Does my money transfer to my Home country affect the Global Economy?

Do you ever think about how to send money to Pakistan? In this article, we will discuss how remittances affect the global economy and also the economy of the recipient country.

We will first define remittances and then take a brief look at why are remittances necessary.

Remittance: – It is derived from the root word “remit” meaning “to send back”. Thus remittances can be defined as the sum of money an overseas worker send back home.

Let’s now take a closer look at remittances with statistics.

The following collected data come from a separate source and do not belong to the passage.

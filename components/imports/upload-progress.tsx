import { cn } from "@/components/ui";

/** Upload progress as a bar with its percentage; after the last byte, the server is still reading. */
export function UploadProgress({ fraction, label }: { fraction: number; label: string }) {
  const percent = Math.round(fraction * 100);
  const sent = percent >= 100;
  return (
    <div className="flex flex-col gap-1.5" data-testid="upload-progress">
      <div className="flex items-baseline justify-between gap-3 text-sm">
        <span className="font-medium text-ink">{sent ? `${label}: reading the rows…` : `${label}: uploading…`}</span>
        <span className="tabular-nums text-muted" aria-hidden="true">
          {percent}%
        </span>
      </div>
      <div
        role="progressbar"
        aria-label={`${label}: upload`}
        aria-valuemin={0}
        aria-valuemax={100}
        aria-valuenow={percent}
        aria-valuetext={`${percent}% uploaded`}
        className="h-2.5 w-full overflow-hidden rounded-full bg-surface-sunken ring-1 ring-line"
      >
        <div className={cn("h-full rounded-full bg-accent transition-[width] duration-150", sent && "animate-pulse")} style={{ width: `${percent}%` }} />
      </div>
    </div>
  );
}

  • A study showed that the effects of remittances have been continually positive on the economic growth of around 80 underdeveloped countries.
  • In the past decade alone, remittances outgrew the traditional capital inflows into the developing countries. These inflows typically come in the form of foreign aid.
  • World Bank’s 2019 Migration and Developmental Brief noted that the annual money transfer to Pakistan and to the other Middle and Low-Income Countries (MLICs) had reached a record high of 529 billion USD in 2018.
  • Remittance holds a different value which is unlike the typical foreign aid since remittances do not have to pass through different government channels which create bottlenecks due to bureaucratic necessities, and instead, they reach directly to the beneficiary through the simple money transfer channels such as ACE Money Transfer company.
  • Remittances have a household-to-household contact away from the government institutions. It does not mean remittances move freely without government checks. These funds are rather regulated by the official regulatory bodies through the money transfer companies.
  • A lead economist at the World Bank describes remittances as ‘’dollars wrapped with care’’.
  • Generally, migrant workers belong to third world countries whose economy is weak and pushed most people below the poverty line. This diaspora sends back remittances to fulfil the basic necessities of life such as food, shelter and education etc. All in all, remittances help the poorer segments of society lead decent life.
  • When remittances are received for these needs and necessities, they have a direct impact on poverty reduction and reduced levels of poverty are the biggest indication for the economic uplift of a country.
  • Through remittances, investment opportunities are created which pave the way for jobs, and thus skilled human capital begins to develop which has a direct effect on the macro-level.
  • Remittances help the flow of capital and funds in an economy since the beneficiaries tend to invest in business opportunities that keep arising. This flow of capital in any economy is vital to economic growth and sustainability.
  • A mere 10% increase, on average, in remittances can help GDP with a 0.66% increase which is huge, depending on the size of the economy. Online money transfers to Pakistan through companies like ACE are the most important sources to increase the foreign reserves of a developing country like Pakistan.
  • There is a direct and positive relation between remittances and economic development as through remittances people invest their capital which gives birth to a positive and economically healthy output.

Conclusion: – From all of the above, we can safely conclude that remittances do impact the national and global economies positively but the scale and intensity of these positive impacts differ from country to country. Another point to note is that the countries which facilitate the international transfer of funds to Pakistan from anywhere or remittances across borders have recorded lasting positive economic effects. This is one of the reasons why many governments are now ensuring that the rules regulating international money transfers are flexible to facilitate diasporas send money to Pakistan online.